** Recorded data **
——

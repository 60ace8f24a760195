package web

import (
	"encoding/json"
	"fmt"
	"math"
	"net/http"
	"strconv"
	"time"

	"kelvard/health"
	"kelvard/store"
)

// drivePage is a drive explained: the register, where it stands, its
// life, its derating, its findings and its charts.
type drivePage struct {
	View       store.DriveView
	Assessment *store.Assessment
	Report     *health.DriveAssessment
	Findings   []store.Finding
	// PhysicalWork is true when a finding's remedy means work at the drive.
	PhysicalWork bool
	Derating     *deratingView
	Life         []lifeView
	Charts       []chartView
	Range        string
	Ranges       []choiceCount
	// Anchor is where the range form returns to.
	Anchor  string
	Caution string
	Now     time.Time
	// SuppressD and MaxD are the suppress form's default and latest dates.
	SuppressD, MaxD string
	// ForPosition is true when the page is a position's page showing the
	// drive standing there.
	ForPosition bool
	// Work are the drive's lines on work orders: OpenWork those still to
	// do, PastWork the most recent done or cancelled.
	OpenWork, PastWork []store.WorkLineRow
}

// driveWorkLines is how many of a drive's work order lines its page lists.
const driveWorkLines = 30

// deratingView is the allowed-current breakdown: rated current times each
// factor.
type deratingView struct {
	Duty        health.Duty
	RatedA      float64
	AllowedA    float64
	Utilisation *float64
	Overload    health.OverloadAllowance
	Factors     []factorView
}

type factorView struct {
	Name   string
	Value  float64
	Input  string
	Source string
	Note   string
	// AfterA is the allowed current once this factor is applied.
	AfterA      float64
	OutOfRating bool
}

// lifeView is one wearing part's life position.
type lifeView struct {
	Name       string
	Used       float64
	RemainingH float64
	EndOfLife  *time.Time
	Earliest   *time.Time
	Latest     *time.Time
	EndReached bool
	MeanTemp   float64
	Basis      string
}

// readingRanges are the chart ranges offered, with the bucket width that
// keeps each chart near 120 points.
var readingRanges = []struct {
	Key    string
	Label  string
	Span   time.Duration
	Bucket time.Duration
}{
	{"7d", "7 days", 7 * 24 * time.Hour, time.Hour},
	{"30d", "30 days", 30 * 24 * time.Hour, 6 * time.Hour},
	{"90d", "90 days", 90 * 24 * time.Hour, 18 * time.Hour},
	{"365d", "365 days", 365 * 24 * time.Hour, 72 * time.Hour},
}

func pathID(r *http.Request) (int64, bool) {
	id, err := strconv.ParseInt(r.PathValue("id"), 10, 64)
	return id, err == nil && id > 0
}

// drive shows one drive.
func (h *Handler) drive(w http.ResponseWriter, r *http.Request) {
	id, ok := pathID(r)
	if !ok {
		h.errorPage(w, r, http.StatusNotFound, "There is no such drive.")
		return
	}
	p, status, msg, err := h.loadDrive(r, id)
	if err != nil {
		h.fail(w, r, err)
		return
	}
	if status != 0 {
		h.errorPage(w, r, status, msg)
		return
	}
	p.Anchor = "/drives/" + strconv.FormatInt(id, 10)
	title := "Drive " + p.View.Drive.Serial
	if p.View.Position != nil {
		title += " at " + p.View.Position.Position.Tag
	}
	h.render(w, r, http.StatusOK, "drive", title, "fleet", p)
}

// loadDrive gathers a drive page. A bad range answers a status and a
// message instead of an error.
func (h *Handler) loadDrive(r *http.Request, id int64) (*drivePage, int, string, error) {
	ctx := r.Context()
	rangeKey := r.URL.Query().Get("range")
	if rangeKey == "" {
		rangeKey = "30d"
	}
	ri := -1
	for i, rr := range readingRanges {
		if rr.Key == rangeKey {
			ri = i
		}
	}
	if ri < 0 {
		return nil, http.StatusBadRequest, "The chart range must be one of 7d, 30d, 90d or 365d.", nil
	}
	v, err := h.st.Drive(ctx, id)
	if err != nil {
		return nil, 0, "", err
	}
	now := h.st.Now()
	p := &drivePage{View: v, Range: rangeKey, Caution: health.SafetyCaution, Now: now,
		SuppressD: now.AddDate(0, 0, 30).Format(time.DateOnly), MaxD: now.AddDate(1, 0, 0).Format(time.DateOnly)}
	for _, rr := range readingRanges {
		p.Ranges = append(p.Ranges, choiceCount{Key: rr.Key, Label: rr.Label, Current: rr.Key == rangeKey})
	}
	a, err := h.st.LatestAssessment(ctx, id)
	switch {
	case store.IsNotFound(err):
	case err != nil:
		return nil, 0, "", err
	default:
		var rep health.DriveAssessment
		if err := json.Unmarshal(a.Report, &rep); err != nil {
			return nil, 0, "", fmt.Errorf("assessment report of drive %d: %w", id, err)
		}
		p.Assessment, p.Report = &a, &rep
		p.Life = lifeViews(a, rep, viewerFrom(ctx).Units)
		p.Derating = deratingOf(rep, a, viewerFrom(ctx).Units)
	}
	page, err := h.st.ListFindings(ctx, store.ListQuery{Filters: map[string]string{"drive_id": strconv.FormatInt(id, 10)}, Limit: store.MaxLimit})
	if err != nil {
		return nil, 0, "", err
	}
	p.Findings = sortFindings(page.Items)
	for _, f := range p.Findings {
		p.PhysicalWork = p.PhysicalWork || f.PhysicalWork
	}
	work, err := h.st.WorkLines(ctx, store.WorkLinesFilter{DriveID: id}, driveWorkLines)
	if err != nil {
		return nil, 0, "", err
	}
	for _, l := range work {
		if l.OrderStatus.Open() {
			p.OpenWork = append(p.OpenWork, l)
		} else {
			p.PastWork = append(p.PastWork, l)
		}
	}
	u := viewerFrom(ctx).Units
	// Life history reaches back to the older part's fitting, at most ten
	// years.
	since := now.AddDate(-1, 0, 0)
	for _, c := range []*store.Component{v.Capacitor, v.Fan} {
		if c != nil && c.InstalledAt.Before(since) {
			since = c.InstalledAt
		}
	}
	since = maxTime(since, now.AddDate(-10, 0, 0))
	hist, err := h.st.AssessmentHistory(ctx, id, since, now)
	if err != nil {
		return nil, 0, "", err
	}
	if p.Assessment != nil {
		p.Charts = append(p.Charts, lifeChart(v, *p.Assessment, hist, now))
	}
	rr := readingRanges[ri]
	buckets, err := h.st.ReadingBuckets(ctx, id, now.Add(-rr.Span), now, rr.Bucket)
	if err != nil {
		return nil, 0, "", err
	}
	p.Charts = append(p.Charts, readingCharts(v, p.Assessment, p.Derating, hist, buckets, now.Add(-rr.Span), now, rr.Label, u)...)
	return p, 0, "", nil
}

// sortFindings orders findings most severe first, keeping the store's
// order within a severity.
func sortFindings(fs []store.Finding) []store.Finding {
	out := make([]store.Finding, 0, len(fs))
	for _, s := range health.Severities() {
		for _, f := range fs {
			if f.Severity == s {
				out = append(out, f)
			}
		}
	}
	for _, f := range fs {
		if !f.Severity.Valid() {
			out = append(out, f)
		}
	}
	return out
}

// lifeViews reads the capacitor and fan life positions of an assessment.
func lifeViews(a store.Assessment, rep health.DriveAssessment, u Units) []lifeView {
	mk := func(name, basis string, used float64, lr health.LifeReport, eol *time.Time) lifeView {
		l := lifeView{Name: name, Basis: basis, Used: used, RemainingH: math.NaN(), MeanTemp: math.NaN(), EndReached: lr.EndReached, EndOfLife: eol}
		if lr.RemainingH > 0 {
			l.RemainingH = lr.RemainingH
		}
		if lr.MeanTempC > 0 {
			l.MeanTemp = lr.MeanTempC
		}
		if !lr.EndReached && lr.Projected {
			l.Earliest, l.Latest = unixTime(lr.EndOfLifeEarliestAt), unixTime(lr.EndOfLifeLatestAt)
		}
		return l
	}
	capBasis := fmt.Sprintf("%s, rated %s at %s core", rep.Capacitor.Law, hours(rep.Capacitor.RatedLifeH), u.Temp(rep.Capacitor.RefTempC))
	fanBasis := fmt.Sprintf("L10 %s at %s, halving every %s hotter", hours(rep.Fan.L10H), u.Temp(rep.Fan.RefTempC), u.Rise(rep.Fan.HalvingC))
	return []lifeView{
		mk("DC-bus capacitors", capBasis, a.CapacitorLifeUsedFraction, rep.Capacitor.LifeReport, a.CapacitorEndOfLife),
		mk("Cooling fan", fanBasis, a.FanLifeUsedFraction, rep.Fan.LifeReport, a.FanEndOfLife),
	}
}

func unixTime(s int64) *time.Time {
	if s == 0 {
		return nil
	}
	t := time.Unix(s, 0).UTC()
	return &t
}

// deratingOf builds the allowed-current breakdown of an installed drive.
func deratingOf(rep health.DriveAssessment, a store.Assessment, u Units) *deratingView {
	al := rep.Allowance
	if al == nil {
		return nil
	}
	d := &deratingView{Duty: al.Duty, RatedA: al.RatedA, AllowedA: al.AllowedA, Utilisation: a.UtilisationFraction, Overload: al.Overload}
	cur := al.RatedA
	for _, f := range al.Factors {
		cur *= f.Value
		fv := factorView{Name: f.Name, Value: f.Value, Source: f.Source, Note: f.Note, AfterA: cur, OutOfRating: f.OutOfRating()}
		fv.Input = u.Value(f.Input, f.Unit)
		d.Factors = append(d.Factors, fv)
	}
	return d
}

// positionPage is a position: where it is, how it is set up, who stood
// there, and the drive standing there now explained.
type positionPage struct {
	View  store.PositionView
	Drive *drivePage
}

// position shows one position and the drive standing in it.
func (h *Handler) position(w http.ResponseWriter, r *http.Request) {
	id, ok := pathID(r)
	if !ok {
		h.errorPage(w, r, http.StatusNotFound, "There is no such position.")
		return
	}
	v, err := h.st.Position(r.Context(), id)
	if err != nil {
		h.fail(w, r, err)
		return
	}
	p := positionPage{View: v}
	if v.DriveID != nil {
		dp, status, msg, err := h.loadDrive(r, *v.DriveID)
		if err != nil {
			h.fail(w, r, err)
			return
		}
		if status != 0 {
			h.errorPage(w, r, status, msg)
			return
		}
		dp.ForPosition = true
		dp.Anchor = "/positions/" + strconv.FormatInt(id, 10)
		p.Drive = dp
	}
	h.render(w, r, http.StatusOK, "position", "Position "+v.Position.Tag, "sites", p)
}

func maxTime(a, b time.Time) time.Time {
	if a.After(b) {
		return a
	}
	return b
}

——

** Exercise requirements **
Precisely the lines between those holding "PhysicalWork bool" and "factor is applied.", inclusive, are to be reproduced from the listing above, with nothing added.

** Output of the task **
	PhysicalWork bool
	Derating     *deratingView
	Life         []lifeView
	Charts       []chartView
	Range        string
	Ranges       []choiceCount
	// Anchor is where the range form returns to.
	Anchor  string
	Caution string
	Now     time.Time
	// SuppressD and MaxD are the suppress form's default and latest dates.
	SuppressD, MaxD string
	// ForPosition is true when the page is a position's page showing the
	// drive standing there.
	ForPosition bool
	// Work are the drive's lines on work orders: OpenWork those still to
	// do, PastWork the most recent done or cancelled.
	OpenWork, PastWork []store.WorkLineRow
}

// driveWorkLines is how many of a drive's work order lines its page lists.
const driveWorkLines = 30

// deratingView is the allowed-current breakdown: rated current times each
// factor.
type deratingView struct {
	Duty        health.Duty
	RatedA      float64
	AllowedA    float64
	Utilisation *float64
	Overload    health.OverloadAllowance
	Factors     []factorView
}

type factorView struct {
	Name   string
	Value  float64
	Input  string
	Source string
	Note   string
	// AfterA is the allowed current once this factor is applied.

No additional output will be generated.